In the early part of the 20th century, the small town of Market Drayton had four gingerbread bakers. The smell of the spicy little finger would have wafted around the town. The first recorded mention is Roland Lateward, maltster, who was baking gingerbread in 1793. It was probably made earlier. There were already large stocks of ginger in High Street businesses in the 1640’s and 1680’s. 'Gingerbrede', the oldest cake bread in the world, arrived in this country with the Crusades. The earliest recipe dates from 1390. Billington’s, from 1817, is the oldest surviving brand. Its history is proudly displayed on their packaging as an unbroken chain of bakers around the trunk of a tree, whose branches extend to markets all over the world.

Another tradition from the county is that of Soul Cakes. On All Souls’ Day on the 2nd of November, the dead are remembered and children would go ‘a-souling’. Singing:

“A soul-cake, a soul-cake, please,
good missus, a soul-cake.
One for Peter, two for Paul,
three for Him who saved us all.”

They would receive, in return, a cake marked with a cross. A similar type of cake was Shropshire Special Cakes. Like Soul Cakes, these were eaten on All Souls’ Day in memory of the departed. In the Welsh Border counties, children would be given these cakes that were also traditionally marked with a cross.
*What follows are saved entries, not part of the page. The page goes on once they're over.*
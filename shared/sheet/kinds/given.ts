import { z } from 'zod'
import { common, longText, shortText, source } from './shared'

/** An input: what is known before anything is computed. */
export const given = z.object({
  ...common,
  kind: z.literal('given'),
  /** The number as typed: `60.0` stays `60.0`; an expression never stands here. */
  value: shortText.default(''),
  unit: shortText.default(''),
  tolerance: z
    .union([z.object({ plus: shortText, minus: shortText }), z.object({ fit: shortText })])
    .optional(),
  spread: z.enum(['normal', 'uniform', 'triangular']).optional(),
  nature: z.enum(['input', 'assumption', 'constant']).default('input'),
  /** Why this is assumed. */
  basis: longText.optional(),
  toConfirm: z.object({ owner: shortText, due: shortText }).optional(),
  /** Range of validity, numbers in the given's unit. */
  range: z.object({ from: shortText.optional(), to: shortText.optional() }).optional(),
  choices: z.array(shortText).optional(),
  /** A rate in `1/s` of which the author has said that it is neither rpm nor rad/s. */
  plainRate: z.boolean().optional(),
  source,
  register: z.object({ material: shortText, property: shortText, version: shortText }).optional(),
})
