import type { LooseProblem } from '../../errors/problem'
import type { UnitPhrase } from '../parse/expression'
import { dimensionOfUnit } from '../units/unit'
import { dimension, sameDimension } from './dimension'

const perTime = dimension({ time: -1 })

/** `ambiguous-rate` of a given typed in `1/s`, `s^-1`, `1/min`; undefined where there is nothing to ask. */
export const ambiguousRate = (unit: UnitPhrase): LooseProblem | undefined => {
  const [only] = unit.factors
  if (unit.factors.length !== 1 || only === undefined || !sameDimension(dimensionOfUnit(unit), perTime))
    return undefined
  const turning = only.unit === 'min' ? 'rpm' : `rev/${only.unit}`
  return {
    code: 'ambiguous-rate',
    message: `${unit.text} leaves open what is counted: turns, radians, or something else.`,
    span: { field: 'unit' },
    repairs: [
      { label: `Turns: ${turning}`, fields: { unit: turning } },
      { label: `Radians: rad/${only.unit}`, fields: { unit: `rad/${only.unit}` } },
      { label: 'A plain rate', fields: { plainRate: 'true' } },
    ],
  }
}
The region is a vast area of considerable contrast. The countryside remains fresh, well-established and unpolluted. Food and drink here holds many contrasts. In the past, certainly, those workers who flooded into the new factories that developed after the onset of the Industrial Revolution which began in the Ironbridge Gorge must have lived, at times, on an exceedingly frugal and monotonous diet. Working and social conditions have improved over the centuries and today manual workers do not appear to fare too badly.